Data provided =
++++++++++++++++++++

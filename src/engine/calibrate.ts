import { levenbergMarquardt } from 'ml-levenberg-marquardt';
import { alternatorLimitA } from './alternator';
import { bankThevenin } from './battery';
import { solveDense } from './linear';
import { compileNetwork, solveCompiled } from './network';
import type { Sample } from './run-analysis';
import { solveNetwork } from './solve';
import type { BuildDocument } from './types';

/**
 * What a run's log can correct in the model: every bank's internal resistance (one factor for all),
 * every alternator's output at the run's engine speed (one factor), and a resistance in one cable's
 * terminations (a tired crimp).
 */
export type CalibrationParameter = 'bankResistance' | 'alternatorOutput' | 'connection';

export interface CalibrationOptions {
	/** Engine speed during the run (rpm). */
	engineRpm: number;
	conductorTempC: number;
	fit: CalibrationParameter[];
	/** The cable whose terminations may hold extra resistance (with `connection`). */
	cableId?: string;
	/** Samples the fit uses at most, evenly spread over the run. */
	maxPoints?: number;
}

export interface FittedParameter {
	key: CalibrationParameter;
	label: string;
	unit: string;
	/** The model's value before the fit and the fitted one, in `unit`. */
	before: number;
	fitted: number;
	/** Half-width of the ~95 % interval (two standard errors), in `unit`; null when not determined. */
	uncertainty: number | null;
	/** False when the samples cannot tell this value (it moves nothing, or only with another). */
	determined: boolean;
}

export interface CalibrationPoint {
	amps: number;
	measuredV: number;
	beforeV: number;
	afterV: number;
}

export type CalibrationResult =
	| {
			ok: true;
			points: number;
			parameters: FittedParameter[];
			/** Root-mean-square difference between the samples and the model (V). */
			rmsBeforeV: number;
			rmsAfterV: number;
			iterations: number;
			/** The samples beside the model before and after, by current (for a chart). */
			trace: CalibrationPoint[];
			/** The revision's document with the fitted values in place: a plan to start from. */
			document: BuildDocument;
	  }
	| { ok: false; reason: string };

/** Parameters are fitted as factors near 1 and the connection in mΩ: all of order one. */
interface Factors {
	bankResistance: number;
	alternatorOutput: number;
	connectionMilliohm: number;
}

const NEUTRAL: Factors = { bankResistance: 1, alternatorOutput: 1, connectionMilliohm: 0 };

/** The document with the factors applied (a new object; the input is not touched). */
export function applyCalibration(
	doc: BuildDocument,
	f: Factors,
	cableId: string | undefined,
): BuildDocument {
	return {
		...doc,
		banks: doc.banks.map((b) => ({
			...b,
			unitResistanceOhm: b.unitResistanceOhm * f.bankResistance,
		})),
		alternators: doc.alternators.map((a) => ({
			...a,
			ratedHotA: a.ratedHotA * f.alternatorOutput,
			curve: a.curve.map((p) => ({ ...p, currentA: p.currentA * f.alternatorOutput })),
		})),
		cables: doc.cables.map((c) =>
			c.id === cableId && f.connectionMilliohm !== 0
				? {
						...c,
						connectionResistanceOhm: (c.connectionResistanceOhm ?? 0) + f.connectionMilliohm / 1000,
					}
				: c,
		),
	};
}

/**
 * The model of a logged run: the logger reads the lowest amplifier's terminal voltage and the
 * current into the amplifiers. Each amplifier becomes a current sink carrying its share of the
 * logged current (its share at full demand), so one network per parameter set answers every sample
 * with a warm-started solve.
 */
function runModel(
	doc: BuildDocument,
	options: CalibrationOptions,
	shares: number[],
): (amps: number) => number {
	const asLoads: BuildDocument = {
		...doc,
		amplifiers: [],
		loads: [
			...doc.loads,
			...doc.amplifiers.map((a, i) => ({
				id: `${a.id}\u0000logged`,
				label: a.label,
				positive: a.positive,
				negative: a.negative,
				currentA: shares[i]!,
			})),
		],
	};
	const net = compileNetwork(asLoads, {
		engineRpm: options.engineRpm,
		demand: 1,
		conductorTempC: options.conductorTempC,
	});
	const first = doc.loads.length;
	const ampLoads = net.loads.slice(first);
	let warm: Float64Array | undefined;
	return (amps: number) => {
		ampLoads.forEach((l, i) => {
			l.currentA = shares[i]! * amps;
		});
		const raw = solveCompiled(net, warm);
		if (raw.collapsed) return Number.NaN;
		warm = raw.v;
		let lowest = Number.POSITIVE_INFINITY;
		for (const l of ampLoads) {
			const vp = l.p < 0 ? 0 : raw.v[l.p]!;
			const vn = l.n < 0 ? 0 : raw.v[l.n]!;
			lowest = Math.min(lowest, vp - vn);
		}
		return lowest;
	};
}

/** Evenly spread samples, at most `max`, keeping the first and the last. */
function thin(samples: Sample[], max: number): Sample[] {
	if (samples.length <= max) return samples;
	return Array.from(
		{ length: max },
		(_, i) => samples[Math.round((i * (samples.length - 1)) / (max - 1))]!,
	);
}

const rms = (xs: number[]) => Math.sqrt(xs.reduce((s, x) => s + x * x, 0) / Math.max(1, xs.length));

/**
 * Fits the chosen model parameters to a run's logger samples by least squares
 * (Levenberg–Marquardt, `ml-levenberg-marquardt`), and states each one's uncertainty from the
 * Jacobian at the fit: cov = s²·(JᵀJ)⁻¹ with s² = Σr²/(n − p) (NIST/SEMATECH e-Handbook of
 * Statistical Methods, §4.4.5.2, the standard large-sample approximation for nonlinear least
 * squares). A parameter the samples cannot move, or only together with another, is reported as
 * not determined instead of being given a number.
 */
export function calibrateFromRun(
	doc: BuildDocument,
	samples: Sample[],
	options: CalibrationOptions,
): CalibrationResult {
	const fit = [...new Set(options.fit)];
	if (fit.length === 0) return { ok: false, reason: 'Choose at least one value to fit.' };
	if (doc.amplifiers.length === 0)
		return { ok: false, reason: 'The revision has no amplifier for the logger to read.' };
	if (fit.includes('connection') && !doc.cables.some((c) => c.id === options.cableId))
		return { ok: false, reason: 'Choose the cable whose joints may be tired.' };
	if (fit.includes('bankResistance') && doc.banks.length === 0)
		return { ok: false, reason: 'The revision has no bank to fit.' };
	if (fit.includes('alternatorOutput') && doc.alternators.length === 0)
		return { ok: false, reason: 'The revision has no alternator to fit.' };
	const usable = samples.filter(
		(s) => Number.isFinite(s.volts) && Number.isFinite(s.amps) && s.amps >= 0 && s.volts > 0,
	);
	const points = thin(usable, options.maxPoints ?? 60);
	if (points.length < fit.length + 2)
		return {
			ok: false,
			reason: `The log needs at least ${fit.length + 2} samples with current for this fit.`,
		};

	// Each amplifier's share of the amplifiers' current at full demand.
	const full = solveNetwork(doc, {
		engineRpm: options.engineRpm,
		demand: 1,
		conductorTempC: options.conductorTempC,
	});
	const total = full.amplifiers.reduce((s, a) => s + Math.max(0, a.currentA), 0);
	const shares = full.amplifiers.map((a) =>
		total > 0 ? Math.max(0, a.currentA) / total : 1 / doc.amplifiers.length,
	);

	const factorsOf = (p: number[]): Factors => {
		const f = { ...NEUTRAL };
		fit.forEach((key, i) => {
			if (key === 'bankResistance') f.bankResistance = p[i]!;
			else if (key === 'alternatorOutput') f.alternatorOutput = p[i]!;
			else f.connectionMilliohm = p[i]!;
		});
		return f;
	};
	const model = (p: number[]) =>
		runModel(applyCalibration(doc, factorsOf(p), options.cableId), options, shares);
	// A collapsed operating point has no voltage: far below any sample, so the fit moves away from it.
	const safe = (m: (a: number) => number) => (a: number) => {
		const v = m(a);
		return Number.isFinite(v) ? v : -100;
	};
	const x = points.map((s) => s.amps);
	const y = points.map((s) => s.volts);
	const start = fit.map((k) => (k === 'connection' ? 0.5 : 1));
	const lm = levenbergMarquardt({ x, y }, (p) => safe(model(p)), {
		initialValues: start,
		minValues: fit.map((k) => (k === 'connection' ? 0 : 0.05)),
		maxValues: fit.map((k) => (k === 'connection' ? 1000 : 20)),
		gradientDifference: fit.map(() => 1e-4),
		centralDifference: true,
		damping: 1e-2,
		maxIterations: 25,
		errorTolerance: 1e-12,
	});
	const p = lm.parameterValues;
	const before = model(fit.map((k) => (k === 'connection' ? 0 : 1)));
	const beforeV = x.map((a) => before(a));
	const after = model(p);
	const afterV = x.map((a) => after(a));
	if (afterV.some((v) => !Number.isFinite(v)))
		return {
			ok: false,
			reason:
				'The fitted model collapses at the logged currents; the log and the revision disagree too far to fit.',
		};
	const residuals = afterV.map((v, i) => y[i]! - v);

	// Jacobian at the fit by central differences, then the covariance of the estimates.
	const n = x.length;
	const k = fit.length;
	const jac: number[][] = fit.map((_, j) => {
		const h = Math.max(1e-4, Math.abs(p[j]!) * 1e-3);
		const up = model(p.map((v, i) => (i === j ? v + h : v)));
		const down = model(p.map((v, i) => (i === j ? Math.max(0, v - h) : v)));
		const width = p[j]! + h - Math.max(0, p[j]! - h);
		return x.map((a) => (up(a) - down(a)) / width);
	});
	const jtj = new Float64Array(k * k);
	for (let a = 0; a < k; a++)
		for (let b = 0; b < k; b++) {
			let s = 0;
			for (let i = 0; i < n; i++) s += jac[a]![i]! * jac[b]![i]!;
			jtj[a * k + b] = s;
		}
	const s2 = residuals.reduce((s, r) => s + r * r, 0) / Math.max(1, n - k);
	// Floor the noise at a logger's resolution (1 mV) so a perfect fit still states a width.
	const noise2 = Math.max(s2, 1e-6);
	const variance: (number | null)[] = fit.map((_, j) => {
		const a = Float64Array.from(jtj);
		const e = new Float64Array(k);
		e[j] = 1;
		if (!solveDense(a, e, k)) return null;
		const v = e[j]! * noise2;
		return Number.isFinite(v) && v > 0 ? v : null;
	});
	const f = factorsOf(p);
	const bankR = doc.banks.reduce((s, b) => s + 1 / bankThevenin(b).resistanceOhm, 0);
	const altA = doc.alternators.reduce((s, a) => s + alternatorLimitA(a, options.engineRpm), 0);
	const parameters: FittedParameter[] = fit.map((key, j) => {
		const sd = variance[j] === null ? null : Math.sqrt(variance[j]!);
		const relative = sd === null ? Number.POSITIVE_INFINITY : sd / Math.max(Math.abs(p[j]!), 1e-9);
		// Undetermined: the samples hardly move the model with it (a zero column, or one another's).
		const determined = sd !== null && (key === 'connection' ? sd < 1000 : relative < 1);
		const two = (scale: number) => (determined && sd !== null ? 2 * sd * scale : null);
		if (key === 'bankResistance') {
			const parallel = 1000 / bankR; // all banks in parallel, mΩ
			return {
				key,
				label: 'Bank internal resistance (all banks in parallel)',
				unit: 'mΩ',
				before: parallel,
				fitted: parallel * f.bankResistance,
				uncertainty: two(parallel),
				determined,
			};
		}
		if (key === 'alternatorOutput')
			return {
				key,
				label: `Alternator output at ${Math.round(options.engineRpm)} rpm`,
				unit: 'A',
				before: altA,
				fitted: altA * f.alternatorOutput,
				uncertainty: two(altA),
				determined,
			};
		const cable = doc.cables.find((c) => c.id === options.cableId)!;
		const existing = (cable.connectionResistanceOhm ?? 0) * 1000;
		return {
			key,
			label: `Extra resistance in "${cable.label}"`,
			unit: 'mΩ',
			before: existing,
			fitted: existing + f.connectionMilliohm,
			uncertainty: two(1),
			determined,
		};
	});
	const order = x.map((_, i) => i).sort((a, b) => x[a]! - x[b]!);
	return {
		ok: true,
		points: n,
		parameters,
		rmsBeforeV: rms(beforeV.map((v, i) => (Number.isFinite(v) ? y[i]! - v : y[i]!))),
		rmsAfterV: rms(residuals),
		iterations: lm.iterations,
		trace: order.map((i) => ({
			amps: x[i]!,
			measuredV: y[i]!,
			beforeV: beforeV[i]!,
			afterV: afterV[i]!,
		})),
		document: applyCalibration(doc, f, options.cableId),
	};
}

++++++++++++++++++++

Output exactly one stretch of the listing: from the line containing "is reported as" through the line containing "if (fit.length === 0)", both end lines included.

Task response =
 * squares). A parameter the samples cannot move, or only together with another, is reported as
 * not determined instead of being given a number.
 */
export function calibrateFromRun(
	doc: BuildDocument,
	samples: Sample[],
	options: CalibrationOptions,
): CalibrationResult {
	const fit = [...new Set(options.fit)];
	if (fit.length === 0) return { ok: false, reason: 'Choose at least one value to fit.' };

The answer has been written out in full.